(Saved entries)
=== Begin Enclosure ===
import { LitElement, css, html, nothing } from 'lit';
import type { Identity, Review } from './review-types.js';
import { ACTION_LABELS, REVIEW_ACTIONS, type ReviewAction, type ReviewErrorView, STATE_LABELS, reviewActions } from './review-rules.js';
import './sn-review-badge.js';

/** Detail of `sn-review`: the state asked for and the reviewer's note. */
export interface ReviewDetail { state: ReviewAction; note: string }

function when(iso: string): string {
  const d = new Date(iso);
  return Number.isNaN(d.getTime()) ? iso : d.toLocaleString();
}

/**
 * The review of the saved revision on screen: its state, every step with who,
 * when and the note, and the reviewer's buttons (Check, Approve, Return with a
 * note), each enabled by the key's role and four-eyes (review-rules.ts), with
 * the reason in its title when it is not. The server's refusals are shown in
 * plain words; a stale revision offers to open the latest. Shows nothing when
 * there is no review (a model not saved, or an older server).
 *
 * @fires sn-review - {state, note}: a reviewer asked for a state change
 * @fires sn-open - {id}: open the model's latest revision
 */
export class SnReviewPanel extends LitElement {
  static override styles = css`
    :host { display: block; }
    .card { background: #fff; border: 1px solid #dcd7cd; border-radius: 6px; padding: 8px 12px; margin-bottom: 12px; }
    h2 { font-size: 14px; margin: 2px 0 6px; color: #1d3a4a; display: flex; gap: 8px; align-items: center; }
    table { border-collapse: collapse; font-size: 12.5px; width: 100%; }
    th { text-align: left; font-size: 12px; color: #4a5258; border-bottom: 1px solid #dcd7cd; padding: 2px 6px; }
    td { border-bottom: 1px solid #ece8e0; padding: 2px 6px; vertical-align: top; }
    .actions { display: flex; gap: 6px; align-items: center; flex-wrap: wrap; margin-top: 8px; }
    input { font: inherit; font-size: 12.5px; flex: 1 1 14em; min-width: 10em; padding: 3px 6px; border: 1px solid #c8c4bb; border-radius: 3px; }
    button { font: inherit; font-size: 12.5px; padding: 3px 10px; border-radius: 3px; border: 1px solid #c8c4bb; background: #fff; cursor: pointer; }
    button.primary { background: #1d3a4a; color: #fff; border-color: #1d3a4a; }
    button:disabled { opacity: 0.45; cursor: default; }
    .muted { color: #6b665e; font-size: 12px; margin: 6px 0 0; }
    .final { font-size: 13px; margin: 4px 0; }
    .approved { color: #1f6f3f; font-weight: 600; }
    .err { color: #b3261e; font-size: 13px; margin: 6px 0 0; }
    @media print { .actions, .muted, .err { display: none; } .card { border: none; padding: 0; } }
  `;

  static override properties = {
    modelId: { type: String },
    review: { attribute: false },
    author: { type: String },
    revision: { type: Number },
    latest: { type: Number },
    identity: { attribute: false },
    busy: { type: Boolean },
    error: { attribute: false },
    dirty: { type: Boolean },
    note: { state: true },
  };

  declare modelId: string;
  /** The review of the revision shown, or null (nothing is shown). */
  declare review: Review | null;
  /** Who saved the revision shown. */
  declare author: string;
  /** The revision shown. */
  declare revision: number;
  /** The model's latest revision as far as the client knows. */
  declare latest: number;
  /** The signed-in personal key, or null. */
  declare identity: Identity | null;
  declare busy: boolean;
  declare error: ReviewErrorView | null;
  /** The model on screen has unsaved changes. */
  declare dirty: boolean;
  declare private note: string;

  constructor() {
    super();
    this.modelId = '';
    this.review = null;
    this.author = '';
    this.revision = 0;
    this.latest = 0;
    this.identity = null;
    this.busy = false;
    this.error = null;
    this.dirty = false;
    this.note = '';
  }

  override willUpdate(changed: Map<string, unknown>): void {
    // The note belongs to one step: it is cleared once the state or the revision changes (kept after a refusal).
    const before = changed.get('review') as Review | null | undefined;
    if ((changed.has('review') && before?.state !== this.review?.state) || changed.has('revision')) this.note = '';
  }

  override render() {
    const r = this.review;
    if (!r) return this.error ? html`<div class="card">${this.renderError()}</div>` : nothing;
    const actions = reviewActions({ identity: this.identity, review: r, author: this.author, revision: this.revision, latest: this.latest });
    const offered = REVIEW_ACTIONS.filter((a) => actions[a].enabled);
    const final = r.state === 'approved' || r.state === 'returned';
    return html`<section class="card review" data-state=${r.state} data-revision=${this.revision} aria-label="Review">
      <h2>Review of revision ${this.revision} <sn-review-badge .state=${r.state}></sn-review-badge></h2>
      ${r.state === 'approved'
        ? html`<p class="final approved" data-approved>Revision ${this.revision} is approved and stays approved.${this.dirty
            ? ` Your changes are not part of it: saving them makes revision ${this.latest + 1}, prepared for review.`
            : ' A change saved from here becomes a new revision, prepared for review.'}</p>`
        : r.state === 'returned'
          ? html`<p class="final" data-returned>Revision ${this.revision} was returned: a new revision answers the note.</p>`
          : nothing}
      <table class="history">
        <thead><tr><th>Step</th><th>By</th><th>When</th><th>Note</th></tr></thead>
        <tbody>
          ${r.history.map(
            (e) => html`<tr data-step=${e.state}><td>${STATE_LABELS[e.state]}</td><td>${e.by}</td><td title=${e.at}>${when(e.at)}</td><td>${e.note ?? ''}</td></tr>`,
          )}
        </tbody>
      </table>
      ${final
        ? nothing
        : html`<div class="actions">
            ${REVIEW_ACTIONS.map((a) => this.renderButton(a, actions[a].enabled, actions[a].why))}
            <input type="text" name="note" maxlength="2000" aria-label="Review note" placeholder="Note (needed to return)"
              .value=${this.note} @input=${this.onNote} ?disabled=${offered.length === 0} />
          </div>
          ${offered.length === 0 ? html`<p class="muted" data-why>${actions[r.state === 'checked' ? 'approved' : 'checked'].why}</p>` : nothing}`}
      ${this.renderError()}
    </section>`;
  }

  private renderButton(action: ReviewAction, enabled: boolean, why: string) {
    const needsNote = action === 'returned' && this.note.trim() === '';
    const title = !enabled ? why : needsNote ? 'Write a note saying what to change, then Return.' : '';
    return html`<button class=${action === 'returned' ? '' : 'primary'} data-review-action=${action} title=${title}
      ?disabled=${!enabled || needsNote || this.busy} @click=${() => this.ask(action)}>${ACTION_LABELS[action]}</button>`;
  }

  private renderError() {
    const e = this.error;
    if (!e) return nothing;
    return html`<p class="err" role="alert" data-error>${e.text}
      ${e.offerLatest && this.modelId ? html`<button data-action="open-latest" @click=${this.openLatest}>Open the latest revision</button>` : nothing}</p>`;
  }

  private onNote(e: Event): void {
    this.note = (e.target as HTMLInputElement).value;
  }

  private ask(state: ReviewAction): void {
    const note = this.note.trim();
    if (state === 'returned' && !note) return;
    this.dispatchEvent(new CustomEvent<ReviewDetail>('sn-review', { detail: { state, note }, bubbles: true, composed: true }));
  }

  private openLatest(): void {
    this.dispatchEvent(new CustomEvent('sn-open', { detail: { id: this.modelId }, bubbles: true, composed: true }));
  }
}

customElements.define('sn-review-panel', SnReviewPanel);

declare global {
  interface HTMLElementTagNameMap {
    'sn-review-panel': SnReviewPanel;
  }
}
=== End Enclosure ===
» **Task details**:
Across the entries above, find the lines with the string "composed" and copy them.

» **Written solution**:
    this.dispatchEvent(new CustomEvent<ReviewDetail>('sn-review', { detail: { state, note }, bubbles: true, composed: true }));
    this.dispatchEvent(new CustomEvent('sn-open', { detail: { id: this.modelId }, bubbles: true, composed: true }));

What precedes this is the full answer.